## Material for this task
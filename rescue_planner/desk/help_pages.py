"""The pages of the offline help as text, their order, their links and the search. No Qt here.

Pages are Markdown under `resources/help`, listed in `contents.md`. Three more are written from the
one definition of what they list: inputs, measures and keys. A number that a page takes from a
shipped case is written `[[73.8 :: plan :: measure :: year]]`; readers see the number alone, and a
test computes it again (tests/test_help_numbers.py).
"""

from __future__ import annotations

import re
from collections.abc import Iterator
from dataclasses import dataclass
from functools import lru_cache

from rescue_planner import places

INPUTS, MEASURES, KEYBOARD = "inputs", "measures", "keyboard"
MARK = re.compile(r"\[\[(?P<shown>.+?) :: (?P<what>.+?)\]\]")
LINK = re.compile(r"(?<!\[)\[(?P<words>[^\]\[]+)\]\((?P<to>[^)\s]+)\)")
_ENTRY = re.compile(r"^\s*[*-] \[(?P<title>[^\]]+)\]\((?P<key>[\w-]+)\.md\)\s*$")
_HEADING = re.compile(r"^(?P<marks>#{1,3}) (?P<words>.+)$")


@dataclass(frozen=True, slots=True)
class Entry:
    """One line of the contents: a page, or a heading over pages where `key` is empty."""

    title: str
    key: str = ""


@dataclass(frozen=True, slots=True)
class Section:
    """What stands under one heading of a page; `anchor` is empty for its first heading."""

    page: str
    page_title: str
    heading: str
    anchor: str
    body: str


@dataclass(frozen=True, slots=True)
class Found:
    """A section that the search found, with the words around the first hit."""

    section: Section
    snippet: str


def slug(words: str) -> str:
    """Return a heading as the part of a link after `#`."""
    return re.sub(r"[\W_]+", "-", words.casefold()).strip("-")


@lru_cache(maxsize=1)
def contents() -> tuple[Entry, ...]:
    """Return headings and pages in the order of the contents."""
    text = (places.resources() / "help" / "contents.md").read_text(encoding="utf-8")
    found = []
    for line in text.splitlines():
        if line.startswith("## "):
            found.append(Entry(line[3:].strip()))
        elif entry := _ENTRY.match(line):
            found.append(Entry(entry["title"], entry["key"]))
    return tuple(found)


def page_keys() -> tuple[str, ...]:
    """Return the keys of all pages, in the order of the contents."""
    return tuple(entry.key for entry in contents() if entry.key)


@lru_cache(maxsize=64)
def source(key: str) -> str:
    """Return a page as it is written, marked numbers included.

    Raises
    ------
    KeyError
        If there is no such page.
    """
    if key not in page_keys():
        raise KeyError(key)
    made = {INPUTS: _inputs, MEASURES: _measures, KEYBOARD: _keyboard}
    if key in made:
        return made[key]()
    return (places.resources() / "help" / f"{key}.md").read_text(encoding="utf-8")


def page(key: str) -> str:
    """Return a page in Markdown as readers see it."""
    return MARK.sub(lambda mark: mark["shown"], source(key))


def title(key: str) -> str:
    """Return the title of a page: its first heading."""
    return page(key).splitlines()[0].removeprefix("# ")


def links(key: str) -> tuple[tuple[str, str], ...]:
    """Return the links of a page as (page, anchor), other addresses as (address, '')."""
    return tuple(target(key, found["to"]) for found in LINK.finditer(page(key)))


def target(key: str, to: str) -> tuple[str, str]:
    """Return where a link on page `key` leads: (page, anchor)."""
    name, _, anchor = to.partition("#")
    if not name:
        return key, anchor
    return (name.removesuffix(".md") if re.fullmatch(r"[\w-]+\.md", name) else to), anchor


def plain(markdown: str) -> str:
    """Return Markdown as plain words, for the search and its snippets."""
    words = LINK.sub(lambda found: found["words"], markdown)
    words = re.sub(r"[*`]|^\s*[-#>|]+\s*|\|", " ", words, flags=re.MULTILINE)
    return " ".join(words.replace("---", " ").replace("\\", "").split())


def sections(key: str) -> Iterator[Section]:
    """Yield the sections of a page."""
    name, heading, anchor = title(key), title(key), ""
    lines: list[str] = []
    for line in page(key).splitlines()[1:]:
        found = _HEADING.match(line)
        if found is None:
            lines.append(line)
            continue
        yield Section(key, name, heading, anchor, plain("\n".join(lines)))
        heading, lines = plain(found["words"]), []
        anchor = slug(heading)
    yield Section(key, name, heading, anchor, plain("\n".join(lines)))


@lru_cache(maxsize=1)
def _everything() -> tuple[tuple[Section, str, str], ...]:
    return tuple(
        (one, one.heading.casefold(), f"{one.page_title} {one.heading} {one.body}".casefold())
        for key in page_keys()
        for one in sections(key)
    )


def search(asked: str, most: int = 60) -> tuple[Found, ...]:
    """Return the sections that hold every word asked for, headings first.

    A heading that is just what was asked comes before one that holds it, and that before a
    section that only mentions it.
    """
    wanted = " ".join(asked.casefold().split())
    words = wanted.split()
    if not words:
        return ()
    hits = []
    for at, (section, heading, body) in enumerate(_everything()):
        if all(word in body for word in words):
            rank = (heading != wanted, wanted not in heading, wanted not in body, at)
            hits.append((rank, section))
    ordered = [section for _, section in sorted(hits, key=lambda hit: hit[0])]
    return tuple(Found(one, _snippet(one.body, words)) for one in ordered[:most])


def _snippet(body: str, words: list[str], width: int = 90) -> str:
    low = body.casefold()
    at = min((low.find(word) for word in words if word in low), default=0)
    start = max(0, body.rfind(" ", 0, max(0, at - width // 3)) + 1)
    more = start + width < len(body)
    end = body.rfind(" ", start, start + width) if more else len(body)
    return ("… " if start else "") + body[start:end].strip() + (" …" if more else "")


# pages written from the one definition of what they list


def _inputs() -> str:
    from rescue_planner.case.document import Case
    from rescue_planner.case.inputs import every_input

    lines = [
        "# Every input",
        "",
        "What each number and choice of a case means, with its unit, its bounds and, where there "
        "is one, a published range with its source. The explainer at the right of the desk says "
        "the same of the field you are in.",
    ]
    seen = set()
    for _, one in every_input(Case):
        if (one.name, one.meaning) in seen:
            continue
        seen.add((one.name, one.meaning))
        facts = [f"Unit: {one.unit}." if one.unit else "", f"Bounds: {one.bounds}."]
        facts = [fact for fact in facts[: 2 if one.bounds else 1] if fact]
        lines += ["", f"## {_escaped(one.name)}", "", _escaped(" ".join([one.meaning, *facts]))]
        if one.published:
            lines += ["", _escaped(f"Published: {one.published}. Source: {one.source}.")]
        if one.caution:
            lines += ["", f"**{_escaped(one.caution)}**"]
    return "\n".join(lines) + "\n"


def _measures() -> str:
    from rescue_planner.case.measures import MEASURES as all_measures
    from rescue_planner.desk.measure_words import SOURCES

    lines = [
        "# Every measure",
        "",
        "A measure is one quantity over time. Each can be shown as a chart, read as a number and, "
        "where it makes sense, be given a target. Some are only read from simulated animals: "
        "see [what each depth computes](depths.md).",
    ]
    for one in all_measures:
        per = {"donor": " There is one for each donor.", "locus": " One for each tracked locus."}
        lines += ["", f"## {one.name.removesuffix(' of')}", ""]
        lines.append(_escaped(f"{one.meaning} Unit: {one.unit}.{per.get(one.per, '')}"))
        if one.key in SOURCES:
            lines += ["", f"Source of the formula: {SOURCES[one.key]}."]
    return "\n".join(lines) + "\n"


def _keyboard() -> str:
    from rescue_planner.desk.help_keys import KEYS

    rows = [f"| {_escaped(keys)} | {_escaped(what)} |" for keys, what in KEYS]
    return "\n".join(
        [
            "# Keyboard",
            "",
            "Everything in the program can be done by keys alone. A ring shows what has the focus.",
            "",
            "| Keys | What they do |",
            "| --- | --- |",
            *rows,
            "",
        ]
    )


def _escaped(words: str) -> str:
    return re.sub(r"([*_\[\]<>|])", r"\\\1", words)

## Prompt
Every line of the material above should be repeated exactly.

## Output of the task
filename rescue_planner/desk/help_pages.py
"""The pages of the offline help as text, their order, their links and the search. No Qt here.

Pages are Markdown under `resources/help`, listed in `contents.md`. Three more are written from the
one definition of what they list: inputs, measures and keys. A number that a page takes from a
shipped case is written `[[73.8 :: plan :: measure :: year]]`; readers see the number alone, and a
test computes it again (tests/test_help_numbers.py).
"""

from __future__ import annotations

import re
from collections.abc import Iterator
from dataclasses import dataclass
from functools import lru_cache

from rescue_planner import places

INPUTS, MEASURES, KEYBOARD = "inputs", "measures", "keyboard"
MARK = re.compile(r"\[\[(?P<shown>.+?) :: (?P<what>.+?)\]\]")
LINK = re.compile(r"(?<!\[)\[(?P<words>[^\]\[]+)\]\((?P<to>[^)\s]+)\)")
_ENTRY = re.compile(r"^\s*[*-] \[(?P<title>[^\]]+)\]\((?P<key>[\w-]+)\.md\)\s*$")
_HEADING = re.compile(r"^(?P<marks>#{1,3}) (?P<words>.+)$")


@dataclass(frozen=True, slots=True)
class Entry:
    """One line of the contents: a page, or a heading over pages where `key` is empty."""

    title: str
    key: str = ""


@dataclass(frozen=True, slots=True)
class Section:
    """What stands under one heading of a page; `anchor` is empty for its first heading."""

    page: str
    page_title: str
    heading: str
    anchor: str
    body: str


@dataclass(frozen=True, slots=True)
class Found:
    """A section that the search found, with the words around the first hit."""

    section: Section
    snippet: str


def slug(words: str) -> str:
    """Return a heading as the part of a link after `#`."""
    return re.sub(r"[\W_]+", "-", words.casefold()).strip("-")


@lru_cache(maxsize=1)
def contents() -> tuple[Entry, ...]:
    """Return headings and pages in the order of the contents."""
    text = (places.resources() / "help" / "contents.md").read_text(encoding="utf-8")
    found = []
    for line in text.splitlines():
        if line.startswith("## "):
            found.append(Entry(line[3:].strip()))
        elif entry := _ENTRY.match(line):
            found.append(Entry(entry["title"], entry["key"]))
    return tuple(found)


def page_keys() -> tuple[str, ...]:
    """Return the keys of all pages, in the order of the contents."""
    return tuple(entry.key for entry in contents() if entry.key)


@lru_cache(maxsize=64)
def source(key: str) -> str:
    """Return a page as it is written, marked numbers included.

    Raises
    ------
    KeyError
        If there is no such page.
    """
    if key not in page_keys():
        raise KeyError(key)
    made = {INPUTS: _inputs, MEASURES: _measures, KEYBOARD: _keyboard}
    if key in made:
        return made[key]()
    return (places.resources() / "help" / f"{key}.md").read_text(encoding="utf-8")


def page(key: str) -> str:
    """Return a page in Markdown as readers see it."""
    return MARK.sub(lambda mark: mark["shown"], source(key))


def title(key: str) -> str:
    """Return the title of a page: its first heading."""
    return page(key).splitlines()[0].removeprefix("# ")


def links(key: str) -> tuple[tuple[str, str], ...]:
    """Return the links of a page as (page, anchor), other addresses as (address, '')."""
    return tuple(target(key, found["to"]) for found in LINK.finditer(page(key)))


def target(key: str, to: str) -> tuple[str, str]:
    """Return where a link on page `key` leads: (page, anchor)."""
    name, _, anchor = to.partition("#")
    if not name:
        return key, anchor
    return (name.removesuffix(".md") if re.fullmatch(r"[\w-]+\.md", name) else to), anchor


def plain(markdown: str) -> str:
    """Return Markdown as plain words, for the search and its snippets."""
    words = LINK.sub(lambda found: found["words"], markdown)
    words = re.sub(r"[*`]|^\s*[-#>|]+\s*|\|", " ", words, flags=re.MULTILINE)
    return " ".join(words.replace("---", " ").replace("\\", "").split())


def sections(key: str) -> Iterator[Section]:
    """Yield the sections of a page."""
    name, heading, anchor = title(key), title(key), ""
    lines: list[str] = []
    for line in page(key).splitlines()[1:]:
        found = _HEADING.match(line)
        if found is None:
            lines.append(line)
            continue
        yield Section(key, name, heading, anchor, plain("\n".join(lines)))
        heading, lines = plain(found["words"]), []
        anchor = slug(heading)
    yield Section(key, name, heading, anchor, plain("\n".join(lines)))


@lru_cache(maxsize=1)
def _everything() -> tuple[tuple[Section, str, str], ...]:
    return tuple(
        (one, one.heading.casefold(), f"{one.page_title} {one.heading} {one.body}".casefold())
        for key in page_keys()
        for one in sections(key)
    )


def search(asked: str, most: int = 60) -> tuple[Found, ...]:
    """Return the sections that hold every word asked for, headings first.

    A heading that is just what was asked comes before one that holds it, and that before a
    section that only mentions it.
    """
    wanted = " ".join(asked.casefold().split())
    words = wanted.split()
    if not words:
        return ()
    hits = []
    for at, (section, heading, body) in enumerate(_everything()):
        if all(word in body for word in words):
            rank = (heading != wanted, wanted not in heading, wanted not in body, at)
            hits.append((rank, section))
    ordered = [section for _, section in sorted(hits, key=lambda hit: hit[0])]
    return tuple(Found(one, _snippet(one.body, words)) for one in ordered[:most])


def _snippet(body: str, words: list[str], width: int = 90) -> str:
    low = body.casefold()
    at = min((low.find(word) for word in words if word in low), default=0)
    start = max(0, body.rfind(" ", 0, max(0, at - width // 3)) + 1)
    more = start + width < len(body)
    end = body.rfind(" ", start, start + width) if more else len(body)
    return ("… " if start else "") + body[start:end].strip() + (" …" if more else "")


# pages written from the one definition of what they list


def _inputs() -> str:
    from rescue_planner.case.document import Case
    from rescue_planner.case.inputs import every_input

    lines = [
        "# Every input",
        "",
        "What each number and choice of a case means, with its unit, its bounds and, where there "
        "is one, a published range with its source. The explainer at the right of the desk says "
        "the same of the field you are in.",
    ]
    seen = set()
    for _, one in every_input(Case):
        if (one.name, one.meaning) in seen:
            continue
        seen.add((one.name, one.meaning))
        facts = [f"Unit: {one.unit}." if one.unit else "", f"Bounds: {one.bounds}."]
        facts = [fact for fact in facts[: 2 if one.bounds else 1] if fact]
        lines += ["", f"## {_escaped(one.name)}", "", _escaped(" ".join([one.meaning, *facts]))]
        if one.published:
            lines += ["", _escaped(f"Published: {one.published}. Source: {one.source}.")]
        if one.caution:
            lines += ["", f"**{_escaped(one.caution)}**"]
    return "\n".join(lines) + "\n"


def _measures() -> str:
    from rescue_planner.case.measures import MEASURES as all_measures
    from rescue_planner.desk.measure_words import SOURCES

    lines = [
        "# Every measure",
        "",
        "A measure is one quantity over time. Each can be shown as a chart, read as a number and, "
        "where it makes sense, be given a target. Some are only read from simulated animals: "
        "see [what each depth computes](depths.md).",
    ]
    for one in all_measures:
        per = {"donor": " There is one for each donor.", "locus": " One for each tracked locus."}
        lines += ["", f"## {one.name.removesuffix(' of')}", ""]
        lines.append(_escaped(f"{one.meaning} Unit: {one.unit}.{per.get(one.per, '')}"))
        if one.key in SOURCES:
            lines += ["", f"Source of the formula: {SOURCES[one.key]}."]
    return "\n".join(lines) + "\n"


def _keyboard() -> str:
    from rescue_planner.desk.help_keys import KEYS

    rows = [f"| {_escaped(keys)} | {_escaped(what)} |" for keys, what in KEYS]
    return "\n".join(
        [
            "# Keyboard",
            "",
            "Everything in the program can be done by keys alone. A ring shows what has the focus.",
            "",
            "| Keys | What they do |",
            "| --- | --- |",
            *rows,
            "",
        ]
    )


def _escaped(words: str) -> str:
    return re.sub(r"([*_\[\]<>|])", r"\\\1", words)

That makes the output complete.